Beginning at the top of the data below, write out every line exactly until you reach the line with "from haarloom.actions import", and include that line.
================
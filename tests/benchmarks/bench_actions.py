"""Speed of coefficients, as ratios to plain scripts that call SciPy term by term.

    python tests/benchmarks/bench_actions.py

Wilson SU(3): 1,000 irreps at 200 values of β. The plain script calls ``scipy.special.ive`` for each entry
of each 3×3 determinant and sums over the shift; it is timed on a sample of pairs (irrep, β) and scaled up.
The largest deviation between the two is printed beside its time. Best of several rounds; a busy machine
makes all of them longer.
"""

from __future__ import annotations

import itertools
import sys
import time
from collections.abc import Callable
from pathlib import Path
from typing import Any

import numpy as np
import sympy
from scipy.special import ive

sys.path.insert(0, str(Path(__file__).parents[2] / "src"))

from haarloom.actions import loop_field, manton, mixed_wilson, static_fermions, torus_coefficients, wilson
from haarloom.algebra.group import SU
from haarloom.algebra.irrep import Irrep

G = SU(3)


def best(action: Callable[[], Any], rounds: int = 3) -> float:
    """Shortest time of one call in seconds."""
    times = []
    for _ in range(rounds):
        start = time.perf_counter()
        action()
        times.append(time.perf_counter() - start)
    return min(times)


def term_by_term(irrep: Irrep, beta: float) -> float:
    """k_r by one SciPy call for every Bessel function of every determinant."""
    x = beta / 3

    def total(rows: tuple[int, ...]) -> float:
        result, span = 0.0, rows[0] + 30
        for n in range(-span, span + 1):
            m = [[float(ive(rows[j] - j + i + n, x)) for j in range(3)] for i in range(3)]
            result += (
                m[0][0] * (m[1][1] * m[2][2] - m[1][2] * m[2][1])
                - m[0][1] * (m[1][0] * m[2][2] - m[1][2] * m[2][0])
                + m[0][2] * (m[1][0] * m[2][1] - m[1][1] * m[2][0])
            )
        return result

    return total(irrep.partition) / (irrep.dimension * total((0, 0, 0)))


def wilson_table() -> None:
    irreps, betas = G.irreps(44)[:1000], np.linspace(0.1, 20, 200)
    link = wilson(G, "beta")
    ours = best(lambda: link.coefficients_at(irreps, {"beta": betas}))
    k, error = link.coefficients_at(irreps, {"beta": betas})
    rng = np.random.default_rng(5)
    sample = [(int(rng.integers(1000)), int(rng.integers(200))) for _ in range(40)]
    plain = best(lambda: [term_by_term(irreps[i], betas[j]) for i, j in sample], 1) / len(sample)
    deviation = max(abs(term_by_term(irreps[i], betas[j]) - k[j, i]) for i, j in sample)
    relative = (error / np.maximum(k, 1e-300)).max()
    print(f"Wilson SU(3), 1,000 irreps × 200 β       {ours:8.3f} s   stated relative error ≤ {relative:.1e}")
    print(
        f"  SciPy term by term, scaled up           {plain * 200_000:8.1f} s   ratio "
        f"{plain * 200_000 / ours:,.0f}"
    )
    print(f"  largest deviation on {len(sample)} pairs            {deviation:8.1e}")


def others() -> None:
    fresh = itertools.count(1)  # a new coupling each time, so that no cache helps
    symbol, beta = wilson(G, "beta").coefficient(G.adjoint), sympy.Symbol("beta")
    rows: list[tuple[str, Callable[[], Any]]] = [
        ("Wilson SU(3), 28 irreps × 200 β", lambda: _points(wilson(G, "beta"), 6, "beta", 200)),
        ("Wilson SU(4), 35 irreps × 50 β", lambda: _points(wilson(SU(4), "beta"), 4, "beta", 50)),
        ("Wilson SU(8), 8 irreps × 10 β", lambda: _points(wilson(SU(8), "beta"), 1, "beta", 10)),
        ("mixed SU(3), 28 irreps × 20 β", lambda: _points(mixed_wilson(G, {"3": "beta"}), 6, "beta", 20)),
        ("Manton SU(3), 28 irreps × 20 β", lambda: _points(manton(G, "beta"), 6, "beta", 20)),
        ("fermions n = 1, 28 irreps × 1,000 z", lambda: _points(static_fermions(G, "z"), 6, "z", 1000)),
        (
            "fermions n = 24 + 24, 28 irreps × 20 z",
            lambda: _points(static_fermions(G, "z", "z", 24), 6, "z", 20),
        ),
        (
            "field on 3 and 3bar, 28 irreps × 200",
            lambda: _points(loop_field(G, {"3": "h", "3bar": "h"}), 6, "h", 200),
        ),
        ("field on 8, 28 irreps × 20", lambda: _points(loop_field(G, {"8": "h"}), 6, "h", 20)),
        (
            "one coefficient to 500 digits",
            lambda: symbol.subs(beta, 6 + sympy.Rational(1, next(fresh))).evalf(500),
        ),
        (
            "strong-coupling series to order 40",
            lambda: wilson(G, f"b{next(fresh)}").strong_coupling(G.adjoint, 40),
        ),
    ]
    for name, action in rows:
        print(f"{name:<40}{best(action) * 1e3:10.1f} ms")


def _points(weight: Any, cutoff: int, name: str, count: int) -> None:
    torus_coefficients.sampled_function.cache_clear()
    values = np.linspace(0.05, 0.9, count) * (20 if name == "beta" else 1)
    weight.coefficients_at(weight.group.irreps(cutoff), {name: values})


if __name__ == "__main__":
    wilson_table()
    others()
================
Solution:
filename tests/benchmarks/bench_actions.py
"""Speed of coefficients, as ratios to plain scripts that call SciPy term by term.

    python tests/benchmarks/bench_actions.py

Wilson SU(3): 1,000 irreps at 200 values of β. The plain script calls ``scipy.special.ive`` for each entry
of each 3×3 determinant and sums over the shift; it is timed on a sample of pairs (irrep, β) and scaled up.
The largest deviation between the two is printed beside its time. Best of several rounds; a busy machine
makes all of them longer.
"""

from __future__ import annotations

import itertools
import sys
import time
from collections.abc import Callable
from pathlib import Path
from typing import Any

import numpy as np
import sympy
from scipy.special import ive

sys.path.insert(0, str(Path(__file__).parents[2] / "src"))

from haarloom.actions import loop_field, manton, mixed_wilson, static_fermions, torus_coefficients, wilson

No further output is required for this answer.